_Dataset content_
//! Exact nearest-codeword search: a k-d tree over the codewords for low
//! dimensions (colours, short frames), a scan for higher ones (a blocked
//! kernel when many queries come at once, see [`Encoder::nearest_batch`]),
//! candidate lists per cell of space for many batches of colours
//! ([`Encoder::nearest_batch_cached`]), and batch encoding in fixed
//! parallel chunks.
//!
//! Never trains. Distances here are squared Euclidean in `f32`, summed in
//! component order; every method computes them the same way, so all methods
//! return the same index, and ties go to the lowest codeword index.

use std::sync::OnceLock;

use rayon::prelude::*;

use crate::error::{Error, ErrorKind, Result};
use crate::vectors::VectorSet;

mod anchors;
mod batch;
mod cells;
mod direct;
pub(crate) mod lists;

pub use cells::CellLists;

/// The nearest codeword to a query.
#[derive(Debug, Clone, Copy, PartialEq)]
pub struct Nearest {
    /// Codeword index (the lowest one among equally near codewords).
    pub index: u32,
    /// Squared Euclidean distance to it, summed over components in `f32`.
    pub distance_sq: f32,
}

impl Nearest {
    /// No codeword yet: index `u32::MAX` at infinite distance. A
    /// placeholder for buffers that a batch search fills.
    pub const NONE: Nearest = Nearest {
        index: u32::MAX,
        distance_sq: f32::INFINITY,
    };
}

/// How the encoder searches.
#[derive(Debug, Clone, Copy, PartialEq, Eq)]
pub enum SearchMethod {
    /// Choose by dimension and size: single queries use the tree for
    /// d ≤ 8 with k ≥ 16 and the scan otherwise; batches use the scan
    /// unless d ≤ 3 and k > [`BATCH_SCAN_MAX_CODEWORDS`], where the tree
    /// answers them.
    Auto,
    /// k-d tree over the codewords, for single queries and batches.
    KdTree,
    /// Every codeword in turn. Batches go through a kernel: for up to 3
    /// components, exact differences eight codewords at a time; beyond,
    /// the blocked expanded-form kernel with its exact recheck. (An early
    /// exit on the partial sum was measured slower for single queries: the
    /// branch costs more than the work it saves.)
    Scan,
}

/// The most codewords for which [`SearchMethod::Auto`] answers batches of
/// 1 to 3 components with the scan kernel rather than the tree. Measured
/// single-threaded on the 56 506 distinct colours of a 2-megapixel photo
/// with k = 256 (one run each, on a busy machine): the tree took about
/// 230 ns per query, the blocked expanded-form kernel 110 ns and the
/// exact-difference kernel 57 ns, about 0.22 ns per codeword. The scan
/// grows with k and the tree roughly with log k, so past about a thousand
/// codewords the tree is expected to win (an estimate, not measured).
pub const BATCH_SCAN_MAX_CODEWORDS: usize = 1024;

/// Panics unless `rows` holds exactly `count` rows of `d` values: the
/// contract of every batch search.
fn assert_rows(rows: &[f32], count: usize, d: usize) {
    assert_eq!(
        rows.len(),
        count * d,
        "batch search: {} values are not {count} rows of dimension {d}",
        rows.len()
    );
}

/// Rows per parallel work unit. Fixed, so the split of work (and anything
/// summed per chunk) never depends on the number of threads.
pub const CHUNK_ROWS: usize = 4096;

/// Squared distance in `f32`. Below [`SPLIT_FROM`] components the squares
/// are summed in component order. From there on, component j goes to
/// partial sum j mod 8 (in order within each) and the eight sums are then
/// added pairwise, (s₀ + s₄) + (s₂ + s₆) + …: independent sums that run
/// side by side in vector registers, instead of one chain of additions
/// each waiting for the last. Either way a sum of non-negative terms, off
/// by at most γ₍d₋₁₎ of the total (the bound the batch kernel allows for);
/// every search measures with this one function, so they agree on ties.
#[inline(always)]
pub fn distance_sq(a: &[f32], b: &[f32]) -> f32 {
    if a.len() < SPLIT_FROM {
        let mut s = 0.0f32;
        for (x, y) in a.iter().zip(b) {
            let d = x - y;
            s += d * d;
        }
        return s;
    }
    let mut s = [0.0f32; 8];
    let (a8, b8) = (a.chunks_exact(8), b.chunks_exact(8));
    let (ta, tb) = (a8.remainder(), b8.remainder());
    for (x, y) in a8.zip(b8) {
        for l in 0..8 {
            let d = x[l] - y[l];
            s[l] += d * d;
        }
    }
    for (l, (x, y)) in ta.iter().zip(tb).enumerate() {
        let d = x - y;
        s[l] += d * d;
    }
    let [s0, s1, s2, s3, s4, s5, s6, s7] = s;
    ((s0 + s4) + (s2 + s6)) + ((s1 + s5) + (s3 + s7))
}

/// The dimension from which [`distance_sq`] sums in eight parts. Colours
/// (3 or 4 components) keep the plain order, which the colour searches
/// repeat in their own vectorised loops.
pub const SPLIT_FROM: usize = 8;

/// Rows `which` of `rows` (flat, `d` per row) copied out in that order,
/// for a batch search of the rows a shortcut left unanswered.
pub(crate) fn gather_rows(rows: &[f32], d: usize, which: &[usize]) -> Vec<f32> {
    which
        .iter()
        .flat_map(|&j| &rows[j * d..(j + 1) * d])
        .copied()
        .collect()
}

/// The slow, obviously right search: every codeword, lowest index on ties.
/// Used as the oracle in tests.
pub fn nearest_linear(codewords: &[f32], dimension: usize, query: &[f32]) -> Nearest {
    let mut best = Nearest {
        index: 0,
        distance_sq: f32::INFINITY,
    };
    for (i, c) in codewords.chunks_exact(dimension).enumerate() {
        let d = distance_sq(c, query);
        if d < best.distance_sq {
            best = Nearest {
                index: i as u32,
                distance_sq: d,
            };
        }
    }
    best
}

/// The nearest codeword and how far the next one is: what bound-based
/// k-means needs to skip vectors whose nearest codeword cannot change.
#[derive(Debug, Clone, Copy, PartialEq)]
pub struct NearestTwo {
    /// As [`Encoder::nearest`] returns it.
    pub nearest: Nearest,
    /// Squared distance (in `f32`, like `nearest`) to the nearest codeword
    /// other than `nearest.index`; infinite when there is only one.
    pub second_distance_sq: f32,
}

impl NearestTwo {
    /// Codeword `id` at squared distance `dist` as the only one seen so far.
    pub fn of(id: u32, dist: f32) -> Self {
        NearestTwo {
            nearest: Nearest {
                index: id,
                distance_sq: dist,
            },
            second_distance_sq: f32::INFINITY,
        }
    }

    /// No codeword seen yet (index `u32::MAX`, distances infinite): the
    /// start of a search, and a placeholder for buffers a batch search fills.
    pub const NONE: NearestTwo = NearestTwo {
        nearest: Nearest::NONE,
        second_distance_sq: f32::INFINITY,
    };

    /// Offers codeword `id` at squared distance `dist`: it becomes the
    /// nearest if nearer (or as near with a lower index), else perhaps the
    /// runner-up.
    #[inline]
    pub fn offer(&mut self, id: u32, dist: f32) {
        let best = &mut self.nearest;
        if dist < best.distance_sq || (dist == best.distance_sq && id < best.index) {
            if best.index != u32::MAX {
                self.second_distance_sq = self.second_distance_sq.min(best.distance_sq);
            }
            *best = Nearest {
                index: id,
                distance_sq: dist,
            };
        } else {
            self.second_distance_sq = self.second_distance_sq.min(dist);
        }
    }
}

/// [`nearest_linear`] plus the distance to the runner-up.
pub fn nearest_two_linear(codewords: &[f32], dimension: usize, query: &[f32]) -> NearestTwo {
    let mut two = NearestTwo::NONE;
    for (i, c) in codewords.chunks_exact(dimension).enumerate() {
        two.offer(i as u32, distance_sq(c, query));
    }
    two
}

const LEAF_SIZE: usize = 6;

#[derive(Debug, Clone)]
enum Node {
    /// Codewords `start..end` of the tree's permuted order.
    Leaf { start: u32, end: u32 },
    /// Children hold the points with component `axis` below / at-or-above `value`.
    Split {
        axis: u32,
        value: f32,
        below: u32,
        above: u32,
    },
}

/// A k-d tree over codewords, built once; queries allocate nothing.
#[derive(Debug, Clone)]
pub struct KdTree {
    dimension: usize,
    nodes: Vec<Node>,
    /// Codewords in tree order, flat.
    points: Vec<f32>,
    /// Original index of each point in tree order.
    ids: Vec<u32>,
}

impl KdTree {
    /// Builds the tree: split on the component of widest spread at the median.
    pub fn build(codewords: &[f32], dimension: usize) -> KdTree {
        let k = codewords.len() / dimension;
        let mut order: Vec<u32> = (0..k as u32).collect();
        let mut nodes = Vec::new();
        Self::build_node(codewords, dimension, &mut order, 0, &mut nodes);
        let mut points = Vec::with_capacity(codewords.len());
        for &i in &order {
            let i = i as usize;
            points.extend_from_slice(&codewords[i * dimension..(i + 1) * dimension]);
        }
        KdTree {
            dimension,
            nodes,
            points,
            ids: order,
        }
    }

    fn build_node(
        cw: &[f32],
        d: usize,
        order: &mut [u32],
        offset: usize,
        nodes: &mut Vec<Node>,
    ) -> u32 {
        let me = nodes.len() as u32;
        nodes.push(Node::Leaf {
            start: offset as u32,
            end: (offset + order.len()) as u32,
        });
        if order.len() <= LEAF_SIZE {
            return me;
        }
        let mut axis = 0;
        let mut widest = -1.0f32;
        for a in 0..d {
            let (mut lo, mut hi) = (f32::INFINITY, f32::NEG_INFINITY);
            for &i in order.iter() {
                let v = cw[i as usize * d + a];
                lo = lo.min(v);
                hi = hi.max(v);
            }
            if hi - lo > widest {
                widest = hi - lo;
                axis = a;
            }
        }
        if widest <= 0.0 {
            return me; // all points equal: keep as one leaf
        }
        order.sort_unstable_by(|&x, &y| {
            cw[x as usize * d + axis]
                .total_cmp(&cw[y as usize * d + axis])
                .then(x.cmp(&y))
        });
        let mut mid = order.len() / 2;
        let value = cw[order[mid] as usize * d + axis];
        // Everything strictly below `value` goes left, so equal values never straddle.
        while mid > 0 && cw[order[mid - 1] as usize * d + axis] == value {
            mid -= 1;
        }
        if mid == 0 {
            // The lower half is all equal to the median: split just above it instead.
            mid = order.len() / 2;
            while mid < order.len() && cw[order[mid] as usize * d + axis] == value {
                mid += 1;
            }
            if mid == order.len() {
                return me;
            }
        }
        let value = cw[order[mid] as usize * d + axis];
        let (lo, hi) = order.split_at_mut(mid);
        let below = Self::build_node(cw, d, lo, offset, nodes);
        let above = Self::build_node(cw, d, hi, offset + mid, nodes);
        nodes[me as usize] = Node::Split {
            axis: axis as u32,
            value,
            below,
            above,
        };
        me
    }

    /// The nearest codeword and the distance to the runner-up.
    pub fn nearest_two(&self, query: &[f32]) -> NearestTwo {
        let mut two = NearestTwo::NONE;
        self.search(0, query, &mut two);
        two
    }

    /// The nearest codeword to `query` (exact; lowest index on ties).
    pub fn nearest(&self, query: &[f32]) -> Nearest {
        // Started where the linear scan starts, so a query no codeword
        // has a distance below +∞ from (NaN components, or so far out
        // that every distance overflows) gets its answer, codeword 0.
        let mut best = Nearest {
            index: 0,
            distance_sq: f32::INFINITY,
        };
        self.search(0, query, &mut best);
        best
    }

    fn search<S: Candidates>(&self, node: u32, q: &[f32], found: &mut S) {
        match self.nodes[node as usize] {
            Node::Leaf { start, end } => {
                let d = self.dimension;
                for p in start as usize..end as usize {
                    found.offer(
                        self.ids[p],
                        distance_sq(&self.points[p * d..(p + 1) * d], q),
                    );
                }
            }
            Node::Split {
                axis,
                value,
                below,
                above,
            } => {
                let diff = q[axis as usize] - value;
                let (near, far) = if diff < 0.0 {
                    (below, above)
                } else {
                    (above, below)
                };
                self.search(near, q, found);
                // Points on the far side are at least diff² away (in the same
                // f32 arithmetic), so equality must still be visited for ties.
                if diff * diff <= found.radius_sq() {
                    self.search(far, q, found);
                }
            }
        }
    }
}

_Work required_
Above are the records; copy exactly the lines from the line with "let mut points" through the line with "let below = Self::build_node(cw, d, lo, offset, nodes);", both included.

_Reply to the exercise_
        let mut points = Vec::with_capacity(codewords.len());
        for &i in &order {
            let i = i as usize;
            points.extend_from_slice(&codewords[i * dimension..(i + 1) * dimension]);
        }
        KdTree {
            dimension,
            nodes,
            points,
            ids: order,
        }
    }

    fn build_node(
        cw: &[f32],
        d: usize,
        order: &mut [u32],
        offset: usize,
        nodes: &mut Vec<Node>,
    ) -> u32 {
        let me = nodes.len() as u32;
        nodes.push(Node::Leaf {
            start: offset as u32,
            end: (offset + order.len()) as u32,
        });
        if order.len() <= LEAF_SIZE {
            return me;
        }
        let mut axis = 0;
        let mut widest = -1.0f32;
        for a in 0..d {
            let (mut lo, mut hi) = (f32::INFINITY, f32::NEG_INFINITY);
            for &i in order.iter() {
                let v = cw[i as usize * d + a];
                lo = lo.min(v);
                hi = hi.max(v);
            }
            if hi - lo > widest {
                widest = hi - lo;
                axis = a;
            }
        }
        if widest <= 0.0 {
            return me; // all points equal: keep as one leaf
        }
        order.sort_unstable_by(|&x, &y| {
            cw[x as usize * d + axis]
                .total_cmp(&cw[y as usize * d + axis])
                .then(x.cmp(&y))
        });
        let mut mid = order.len() / 2;
        let value = cw[order[mid] as usize * d + axis];
        // Everything strictly below `value` goes left, so equal values never straddle.
        while mid > 0 && cw[order[mid - 1] as usize * d + axis] == value {
            mid -= 1;
        }
        if mid == 0 {
            // The lower half is all equal to the median: split just above it instead.
            mid = order.len() / 2;
            while mid < order.len() && cw[order[mid] as usize * d + axis] == value {
                mid += 1;
            }
            if mid == order.len() {
                return me;
            }
        }
        let value = cw[order[mid] as usize * d + axis];
        let (lo, hi) = order.split_at_mut(mid);
        let below = Self::build_node(cw, d, lo, offset, nodes);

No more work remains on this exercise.